**WHAT THE EXERCISE ASKS**
Every word of the data below has to be copied faithfully.

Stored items
◆ ◆ ◆ ◆

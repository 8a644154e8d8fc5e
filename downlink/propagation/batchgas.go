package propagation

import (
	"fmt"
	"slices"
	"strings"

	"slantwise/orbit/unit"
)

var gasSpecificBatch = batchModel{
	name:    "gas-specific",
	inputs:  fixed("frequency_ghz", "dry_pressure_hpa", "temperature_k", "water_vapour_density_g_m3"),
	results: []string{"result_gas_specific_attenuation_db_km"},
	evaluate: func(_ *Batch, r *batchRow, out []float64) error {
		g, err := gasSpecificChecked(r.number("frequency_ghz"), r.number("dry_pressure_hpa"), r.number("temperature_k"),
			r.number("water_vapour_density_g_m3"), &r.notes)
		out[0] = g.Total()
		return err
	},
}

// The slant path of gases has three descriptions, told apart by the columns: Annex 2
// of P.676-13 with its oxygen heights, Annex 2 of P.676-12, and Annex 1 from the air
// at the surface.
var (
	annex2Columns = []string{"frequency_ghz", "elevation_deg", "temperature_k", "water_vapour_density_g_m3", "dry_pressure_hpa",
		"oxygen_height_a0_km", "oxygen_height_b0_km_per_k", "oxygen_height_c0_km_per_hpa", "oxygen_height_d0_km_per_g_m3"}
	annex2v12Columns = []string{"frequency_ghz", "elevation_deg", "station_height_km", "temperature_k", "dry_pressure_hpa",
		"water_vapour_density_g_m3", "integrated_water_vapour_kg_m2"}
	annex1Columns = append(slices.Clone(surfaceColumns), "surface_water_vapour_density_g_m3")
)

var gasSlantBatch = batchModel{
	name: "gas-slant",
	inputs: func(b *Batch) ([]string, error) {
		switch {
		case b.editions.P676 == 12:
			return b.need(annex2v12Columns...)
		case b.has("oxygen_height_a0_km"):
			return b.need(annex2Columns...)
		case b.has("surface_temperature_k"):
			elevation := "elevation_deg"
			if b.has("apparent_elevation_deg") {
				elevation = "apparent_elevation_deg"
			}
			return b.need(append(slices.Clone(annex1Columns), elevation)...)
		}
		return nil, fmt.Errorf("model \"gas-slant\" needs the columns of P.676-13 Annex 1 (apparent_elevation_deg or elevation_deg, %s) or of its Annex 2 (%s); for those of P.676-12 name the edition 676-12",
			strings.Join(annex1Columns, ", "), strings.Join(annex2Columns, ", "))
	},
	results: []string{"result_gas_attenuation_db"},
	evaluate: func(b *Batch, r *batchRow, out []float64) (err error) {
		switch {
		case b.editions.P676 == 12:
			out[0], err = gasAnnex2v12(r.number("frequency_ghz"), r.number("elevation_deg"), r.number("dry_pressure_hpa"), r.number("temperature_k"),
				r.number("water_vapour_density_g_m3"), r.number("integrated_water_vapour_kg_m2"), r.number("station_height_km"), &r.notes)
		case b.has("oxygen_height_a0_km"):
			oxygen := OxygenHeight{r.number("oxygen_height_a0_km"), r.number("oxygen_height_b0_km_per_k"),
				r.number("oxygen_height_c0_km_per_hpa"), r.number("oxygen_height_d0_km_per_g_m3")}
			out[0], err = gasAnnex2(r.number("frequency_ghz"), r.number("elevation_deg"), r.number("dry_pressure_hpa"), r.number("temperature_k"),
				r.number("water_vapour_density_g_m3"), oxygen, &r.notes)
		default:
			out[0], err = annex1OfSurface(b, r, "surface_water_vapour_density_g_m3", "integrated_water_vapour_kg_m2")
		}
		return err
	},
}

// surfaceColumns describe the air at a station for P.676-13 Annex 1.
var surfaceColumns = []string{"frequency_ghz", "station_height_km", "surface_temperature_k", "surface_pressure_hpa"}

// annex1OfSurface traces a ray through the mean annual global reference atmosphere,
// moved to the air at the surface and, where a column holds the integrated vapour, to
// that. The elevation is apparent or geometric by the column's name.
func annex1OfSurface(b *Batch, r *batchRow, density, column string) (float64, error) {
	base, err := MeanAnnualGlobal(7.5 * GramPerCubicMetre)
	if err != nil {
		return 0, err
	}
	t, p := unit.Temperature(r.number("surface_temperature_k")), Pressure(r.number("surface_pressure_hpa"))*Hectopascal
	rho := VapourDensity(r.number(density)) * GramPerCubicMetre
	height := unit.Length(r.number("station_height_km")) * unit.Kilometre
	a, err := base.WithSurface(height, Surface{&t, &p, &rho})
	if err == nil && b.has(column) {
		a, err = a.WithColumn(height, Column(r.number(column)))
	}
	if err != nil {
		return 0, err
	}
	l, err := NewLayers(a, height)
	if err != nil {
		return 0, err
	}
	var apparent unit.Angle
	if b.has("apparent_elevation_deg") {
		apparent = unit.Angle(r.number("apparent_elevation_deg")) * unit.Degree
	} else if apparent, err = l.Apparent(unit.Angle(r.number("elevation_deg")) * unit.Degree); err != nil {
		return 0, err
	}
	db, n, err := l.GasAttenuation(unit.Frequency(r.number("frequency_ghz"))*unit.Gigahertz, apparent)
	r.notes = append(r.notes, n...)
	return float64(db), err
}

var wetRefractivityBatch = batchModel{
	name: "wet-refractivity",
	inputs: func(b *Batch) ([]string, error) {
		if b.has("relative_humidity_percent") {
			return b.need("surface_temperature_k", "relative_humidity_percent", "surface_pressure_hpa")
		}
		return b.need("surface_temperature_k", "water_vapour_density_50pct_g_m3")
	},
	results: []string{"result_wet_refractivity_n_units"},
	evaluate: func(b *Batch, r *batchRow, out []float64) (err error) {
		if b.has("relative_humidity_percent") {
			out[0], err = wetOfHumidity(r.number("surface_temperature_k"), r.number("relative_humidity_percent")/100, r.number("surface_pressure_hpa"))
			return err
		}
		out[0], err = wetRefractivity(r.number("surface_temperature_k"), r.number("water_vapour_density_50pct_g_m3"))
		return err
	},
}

◆ ◆ ◆ ◆

**YOUR RESPONSE**
repository 8a644154e8d8fc5e
filename downlink/propagation/batchgas.go
package propagation

import (
	"fmt"
	"slices"
	"strings"

	"slantwise/orbit/unit"
)

var gasSpecificBatch = batchModel{
	name:    "gas-specific",
	inputs:  fixed("frequency_ghz", "dry_pressure_hpa", "temperature_k", "water_vapour_density_g_m3"),
	results: []string{"result_gas_specific_attenuation_db_km"},
	evaluate: func(_ *Batch, r *batchRow, out []float64) error {
		g, err := gasSpecificChecked(r.number("frequency_ghz"), r.number("dry_pressure_hpa"), r.number("temperature_k"),
			r.number("water_vapour_density_g_m3"), &r.notes)
		out[0] = g.Total()
		return err
	},
}

// The slant path of gases has three descriptions, told apart by the columns: Annex 2
// of P.676-13 with its oxygen heights, Annex 2 of P.676-12, and Annex 1 from the air
// at the surface.
var (
	annex2Columns = []string{"frequency_ghz", "elevation_deg", "temperature_k", "water_vapour_density_g_m3", "dry_pressure_hpa",
		"oxygen_height_a0_km", "oxygen_height_b0_km_per_k", "oxygen_height_c0_km_per_hpa", "oxygen_height_d0_km_per_g_m3"}
	annex2v12Columns = []string{"frequency_ghz", "elevation_deg", "station_height_km", "temperature_k", "dry_pressure_hpa",
		"water_vapour_density_g_m3", "integrated_water_vapour_kg_m2"}
	annex1Columns = append(slices.Clone(surfaceColumns), "surface_water_vapour_density_g_m3")
)

var gasSlantBatch = batchModel{
	name: "gas-slant",
	inputs: func(b *Batch) ([]string, error) {
		switch {
		case b.editions.P676 == 12:
			return b.need(annex2v12Columns...)
		case b.has("oxygen_height_a0_km"):
			return b.need(annex2Columns...)
		case b.has("surface_temperature_k"):
			elevation := "elevation_deg"
			if b.has("apparent_elevation_deg") {
				elevation = "apparent_elevation_deg"
			}
			return b.need(append(slices.Clone(annex1Columns), elevation)...)
		}
		return nil, fmt.Errorf("model \"gas-slant\" needs the columns of P.676-13 Annex 1 (apparent_elevation_deg or elevation_deg, %s) or of its Annex 2 (%s); for those of P.676-12 name the edition 676-12",
			strings.Join(annex1Columns, ", "), strings.Join(annex2Columns, ", "))
	},
	results: []string{"result_gas_attenuation_db"},
	evaluate: func(b *Batch, r *batchRow, out []float64) (err error) {
		switch {
		case b.editions.P676 == 12:
			out[0], err = gasAnnex2v12(r.number("frequency_ghz"), r.number("elevation_deg"), r.number("dry_pressure_hpa"), r.number("temperature_k"),
				r.number("water_vapour_density_g_m3"), r.number("integrated_water_vapour_kg_m2"), r.number("station_height_km"), &r.notes)
		case b.has("oxygen_height_a0_km"):
			oxygen := OxygenHeight{r.number("oxygen_height_a0_km"), r.number("oxygen_height_b0_km_per_k"),
				r.number("oxygen_height_c0_km_per_hpa"), r.number("oxygen_height_d0_km_per_g_m3")}
			out[0], err = gasAnnex2(r.number("frequency_ghz"), r.number("elevation_deg"), r.number("dry_pressure_hpa"), r.number("temperature_k"),
				r.number("water_vapour_density_g_m3"), oxygen, &r.notes)
		default:
			out[0], err = annex1OfSurface(b, r, "surface_water_vapour_density_g_m3", "integrated_water_vapour_kg_m2")
		}
		return err
	},
}

// surfaceColumns describe the air at a station for P.676-13 Annex 1.
var surfaceColumns = []string{"frequency_ghz", "station_height_km", "surface_temperature_k", "surface_pressure_hpa"}

// annex1OfSurface traces a ray through the mean annual global reference atmosphere,
// moved to the air at the surface and, where a column holds the integrated vapour, to
// that. The elevation is apparent or geometric by the column's name.
func annex1OfSurface(b *Batch, r *batchRow, density, column string) (float64, error) {
	base, err := MeanAnnualGlobal(7.5 * GramPerCubicMetre)
	if err != nil {
		return 0, err
	}
	t, p := unit.Temperature(r.number("surface_temperature_k")), Pressure(r.number("surface_pressure_hpa"))*Hectopascal
	rho := VapourDensity(r.number(density)) * GramPerCubicMetre
	height := unit.Length(r.number("station_height_km")) * unit.Kilometre
	a, err := base.WithSurface(height, Surface{&t, &p, &rho})
	if err == nil && b.has(column) {
		a, err = a.WithColumn(height, Column(r.number(column)))
	}
	if err != nil {
		return 0, err
	}
	l, err := NewLayers(a, height)
	if err != nil {
		return 0, err
	}
	var apparent unit.Angle
	if b.has("apparent_elevation_deg") {
		apparent = unit.Angle(r.number("apparent_elevation_deg")) * unit.Degree
	} else if apparent, err = l.Apparent(unit.Angle(r.number("elevation_deg")) * unit.Degree); err != nil {
		return 0, err
	}
	db, n, err := l.GasAttenuation(unit.Frequency(r.number("frequency_ghz"))*unit.Gigahertz, apparent)
	r.notes = append(r.notes, n...)
	return float64(db), err
}

var wetRefractivityBatch = batchModel{
	name: "wet-refractivity",
	inputs: func(b *Batch) ([]string, error) {
		if b.has("relative_humidity_percent") {
			return b.need("surface_temperature_k", "relative_humidity_percent", "surface_pressure_hpa")
		}
		return b.need("surface_temperature_k", "water_vapour_density_50pct_g_m3")
	},
	results: []string{"result_wet_refractivity_n_units"},
	evaluate: func(b *Batch, r *batchRow, out []float64) (err error) {
		if b.has("relative_humidity_percent") {
			out[0], err = wetOfHumidity(r.number("surface_temperature_k"), r.number("relative_humidity_percent")/100, r.number("surface_pressure_hpa"))
			return err
		}
		out[0], err = wetRefractivity(r.number("surface_temperature_k"), r.number("water_vapour_density_50pct_g_m3"))
		return err
	},
}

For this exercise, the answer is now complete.